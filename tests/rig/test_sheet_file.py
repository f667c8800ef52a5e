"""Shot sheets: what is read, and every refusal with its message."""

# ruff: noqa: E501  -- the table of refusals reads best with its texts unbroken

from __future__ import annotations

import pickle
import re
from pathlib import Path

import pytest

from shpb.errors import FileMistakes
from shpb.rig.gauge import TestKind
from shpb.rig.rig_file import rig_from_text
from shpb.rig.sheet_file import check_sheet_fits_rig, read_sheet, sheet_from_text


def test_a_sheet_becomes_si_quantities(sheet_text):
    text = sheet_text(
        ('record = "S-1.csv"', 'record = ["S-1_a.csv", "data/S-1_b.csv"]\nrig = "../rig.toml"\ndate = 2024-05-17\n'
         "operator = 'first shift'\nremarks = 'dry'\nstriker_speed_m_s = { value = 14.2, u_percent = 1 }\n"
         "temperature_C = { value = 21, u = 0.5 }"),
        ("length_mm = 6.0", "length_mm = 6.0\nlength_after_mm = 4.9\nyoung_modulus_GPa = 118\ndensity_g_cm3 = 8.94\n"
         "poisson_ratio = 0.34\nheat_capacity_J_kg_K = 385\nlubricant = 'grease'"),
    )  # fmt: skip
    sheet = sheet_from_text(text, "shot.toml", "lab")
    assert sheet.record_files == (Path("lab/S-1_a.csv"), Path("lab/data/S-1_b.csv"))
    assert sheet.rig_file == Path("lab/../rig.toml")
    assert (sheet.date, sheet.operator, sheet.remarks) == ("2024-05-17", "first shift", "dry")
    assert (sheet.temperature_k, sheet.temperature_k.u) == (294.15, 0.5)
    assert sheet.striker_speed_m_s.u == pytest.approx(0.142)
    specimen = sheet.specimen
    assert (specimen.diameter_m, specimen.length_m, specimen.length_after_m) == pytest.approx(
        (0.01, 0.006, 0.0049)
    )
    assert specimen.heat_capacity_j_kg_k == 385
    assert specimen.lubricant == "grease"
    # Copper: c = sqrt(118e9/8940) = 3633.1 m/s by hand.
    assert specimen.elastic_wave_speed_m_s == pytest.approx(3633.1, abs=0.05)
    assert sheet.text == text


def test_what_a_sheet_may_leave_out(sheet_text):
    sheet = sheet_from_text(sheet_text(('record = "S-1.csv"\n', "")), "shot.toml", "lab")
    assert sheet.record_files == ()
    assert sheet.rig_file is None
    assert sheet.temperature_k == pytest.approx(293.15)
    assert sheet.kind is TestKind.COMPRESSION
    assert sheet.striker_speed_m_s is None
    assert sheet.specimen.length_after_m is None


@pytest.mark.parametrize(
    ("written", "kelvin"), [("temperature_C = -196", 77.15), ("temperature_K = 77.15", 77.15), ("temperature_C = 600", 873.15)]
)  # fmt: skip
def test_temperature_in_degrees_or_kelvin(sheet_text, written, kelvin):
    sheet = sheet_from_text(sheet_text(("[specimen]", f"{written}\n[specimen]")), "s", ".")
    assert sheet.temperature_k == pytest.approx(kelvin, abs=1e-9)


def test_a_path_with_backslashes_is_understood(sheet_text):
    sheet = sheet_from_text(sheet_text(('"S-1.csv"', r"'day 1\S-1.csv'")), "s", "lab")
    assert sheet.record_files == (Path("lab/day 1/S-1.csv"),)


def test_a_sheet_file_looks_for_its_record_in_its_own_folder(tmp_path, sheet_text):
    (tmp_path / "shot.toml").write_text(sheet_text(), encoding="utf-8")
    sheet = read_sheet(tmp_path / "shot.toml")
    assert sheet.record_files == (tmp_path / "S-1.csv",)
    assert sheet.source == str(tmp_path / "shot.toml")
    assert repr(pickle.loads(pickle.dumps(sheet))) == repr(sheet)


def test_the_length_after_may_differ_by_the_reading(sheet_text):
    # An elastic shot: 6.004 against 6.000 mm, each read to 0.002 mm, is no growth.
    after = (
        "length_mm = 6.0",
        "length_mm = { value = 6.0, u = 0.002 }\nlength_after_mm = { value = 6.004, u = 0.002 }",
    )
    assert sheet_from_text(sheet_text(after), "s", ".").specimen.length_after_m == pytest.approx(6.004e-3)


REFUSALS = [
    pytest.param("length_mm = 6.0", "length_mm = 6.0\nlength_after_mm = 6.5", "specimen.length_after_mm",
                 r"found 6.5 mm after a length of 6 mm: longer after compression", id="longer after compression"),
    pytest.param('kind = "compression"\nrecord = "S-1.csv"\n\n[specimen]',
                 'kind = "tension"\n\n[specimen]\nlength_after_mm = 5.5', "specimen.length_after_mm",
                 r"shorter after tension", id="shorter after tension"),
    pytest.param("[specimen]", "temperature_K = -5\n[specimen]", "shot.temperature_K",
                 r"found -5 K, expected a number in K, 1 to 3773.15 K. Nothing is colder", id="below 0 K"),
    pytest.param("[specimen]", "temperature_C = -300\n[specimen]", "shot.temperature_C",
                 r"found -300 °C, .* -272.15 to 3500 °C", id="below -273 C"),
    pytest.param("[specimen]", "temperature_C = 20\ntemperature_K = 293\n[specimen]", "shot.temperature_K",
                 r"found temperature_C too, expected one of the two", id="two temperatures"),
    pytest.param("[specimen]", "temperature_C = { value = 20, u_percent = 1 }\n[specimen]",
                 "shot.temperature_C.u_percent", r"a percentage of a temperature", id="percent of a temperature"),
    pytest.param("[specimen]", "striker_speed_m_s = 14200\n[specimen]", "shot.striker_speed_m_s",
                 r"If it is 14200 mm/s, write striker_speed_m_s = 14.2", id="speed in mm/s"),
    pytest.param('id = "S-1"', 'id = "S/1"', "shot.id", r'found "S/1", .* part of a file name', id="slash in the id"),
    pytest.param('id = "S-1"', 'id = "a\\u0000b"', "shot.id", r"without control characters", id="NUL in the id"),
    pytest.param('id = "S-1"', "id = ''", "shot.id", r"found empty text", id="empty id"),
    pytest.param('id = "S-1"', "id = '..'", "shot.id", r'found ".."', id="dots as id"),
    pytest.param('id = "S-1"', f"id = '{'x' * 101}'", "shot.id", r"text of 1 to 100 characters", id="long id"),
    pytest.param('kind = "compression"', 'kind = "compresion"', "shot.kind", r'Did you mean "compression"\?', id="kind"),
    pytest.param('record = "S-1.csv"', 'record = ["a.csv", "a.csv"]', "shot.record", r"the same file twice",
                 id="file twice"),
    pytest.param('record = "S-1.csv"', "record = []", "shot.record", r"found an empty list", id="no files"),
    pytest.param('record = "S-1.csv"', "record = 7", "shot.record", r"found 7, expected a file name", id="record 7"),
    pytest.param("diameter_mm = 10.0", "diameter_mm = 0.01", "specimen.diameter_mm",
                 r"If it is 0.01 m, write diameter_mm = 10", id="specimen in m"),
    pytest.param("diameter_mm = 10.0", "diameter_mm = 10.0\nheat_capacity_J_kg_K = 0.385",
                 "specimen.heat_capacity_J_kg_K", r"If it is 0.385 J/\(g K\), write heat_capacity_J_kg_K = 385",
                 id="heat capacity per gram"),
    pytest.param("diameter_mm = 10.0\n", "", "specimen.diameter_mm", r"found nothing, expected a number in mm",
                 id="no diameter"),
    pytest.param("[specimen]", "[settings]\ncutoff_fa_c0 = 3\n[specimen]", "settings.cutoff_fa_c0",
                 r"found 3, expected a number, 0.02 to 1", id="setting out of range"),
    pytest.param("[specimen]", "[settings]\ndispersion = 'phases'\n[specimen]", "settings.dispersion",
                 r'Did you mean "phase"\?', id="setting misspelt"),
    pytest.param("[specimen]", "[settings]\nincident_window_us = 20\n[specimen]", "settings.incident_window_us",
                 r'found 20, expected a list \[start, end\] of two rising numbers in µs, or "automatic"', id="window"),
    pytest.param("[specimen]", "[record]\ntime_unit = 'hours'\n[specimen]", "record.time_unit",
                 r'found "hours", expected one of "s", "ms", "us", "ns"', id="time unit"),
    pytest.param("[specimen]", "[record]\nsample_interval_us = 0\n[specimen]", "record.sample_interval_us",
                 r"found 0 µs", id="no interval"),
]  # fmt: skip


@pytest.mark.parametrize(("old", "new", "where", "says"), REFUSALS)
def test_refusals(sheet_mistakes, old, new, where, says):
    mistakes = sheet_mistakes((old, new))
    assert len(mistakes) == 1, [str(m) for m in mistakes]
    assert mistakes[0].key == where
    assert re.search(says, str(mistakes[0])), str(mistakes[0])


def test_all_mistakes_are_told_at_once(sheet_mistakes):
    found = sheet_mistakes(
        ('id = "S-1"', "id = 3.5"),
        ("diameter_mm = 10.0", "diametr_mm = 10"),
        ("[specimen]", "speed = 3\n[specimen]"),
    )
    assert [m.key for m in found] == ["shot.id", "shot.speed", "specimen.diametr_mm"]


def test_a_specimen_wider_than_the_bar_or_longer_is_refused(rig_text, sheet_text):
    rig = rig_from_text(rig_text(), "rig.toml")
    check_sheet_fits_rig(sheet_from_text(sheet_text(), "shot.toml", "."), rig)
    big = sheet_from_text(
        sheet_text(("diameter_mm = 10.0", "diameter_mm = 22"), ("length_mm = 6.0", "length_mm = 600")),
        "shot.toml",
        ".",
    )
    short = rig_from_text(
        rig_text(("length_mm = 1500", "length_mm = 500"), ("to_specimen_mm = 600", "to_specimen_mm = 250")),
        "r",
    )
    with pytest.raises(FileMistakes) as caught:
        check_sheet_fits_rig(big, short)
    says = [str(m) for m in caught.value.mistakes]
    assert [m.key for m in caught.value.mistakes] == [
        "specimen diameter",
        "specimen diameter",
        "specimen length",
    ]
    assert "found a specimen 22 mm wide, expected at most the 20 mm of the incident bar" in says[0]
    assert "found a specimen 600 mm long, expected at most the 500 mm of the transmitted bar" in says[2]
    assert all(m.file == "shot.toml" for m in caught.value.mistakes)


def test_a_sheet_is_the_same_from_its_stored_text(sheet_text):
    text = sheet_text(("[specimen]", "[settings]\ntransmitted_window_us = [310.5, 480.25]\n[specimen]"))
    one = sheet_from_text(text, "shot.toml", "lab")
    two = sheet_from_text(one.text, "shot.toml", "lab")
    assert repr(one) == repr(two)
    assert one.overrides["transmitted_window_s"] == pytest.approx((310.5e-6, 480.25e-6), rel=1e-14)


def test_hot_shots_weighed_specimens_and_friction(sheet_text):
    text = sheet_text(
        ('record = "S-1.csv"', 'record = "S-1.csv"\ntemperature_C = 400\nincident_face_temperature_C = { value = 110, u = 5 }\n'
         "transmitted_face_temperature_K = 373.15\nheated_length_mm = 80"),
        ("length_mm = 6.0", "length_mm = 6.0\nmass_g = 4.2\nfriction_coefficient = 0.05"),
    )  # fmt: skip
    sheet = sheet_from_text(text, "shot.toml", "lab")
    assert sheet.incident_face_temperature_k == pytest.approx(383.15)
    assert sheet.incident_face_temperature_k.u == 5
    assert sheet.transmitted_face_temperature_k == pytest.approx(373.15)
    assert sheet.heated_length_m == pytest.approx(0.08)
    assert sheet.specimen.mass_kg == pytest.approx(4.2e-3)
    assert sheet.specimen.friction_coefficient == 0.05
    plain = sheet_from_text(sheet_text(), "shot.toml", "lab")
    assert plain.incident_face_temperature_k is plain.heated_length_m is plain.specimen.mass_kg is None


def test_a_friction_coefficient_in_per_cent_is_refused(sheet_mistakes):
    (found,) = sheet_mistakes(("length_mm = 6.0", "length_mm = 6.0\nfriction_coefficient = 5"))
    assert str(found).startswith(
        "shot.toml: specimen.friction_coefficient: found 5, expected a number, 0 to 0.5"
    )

## WORK ORDER
Repeat exactly the lines from the line containing "found 5, expected" through the end of the listing above; both boundary lines are part of the output.

## SOLUTION TO THIS PROBLEM
        "shot.toml: specimen.friction_coefficient: found 5, expected a number, 0 to 0.5"
    )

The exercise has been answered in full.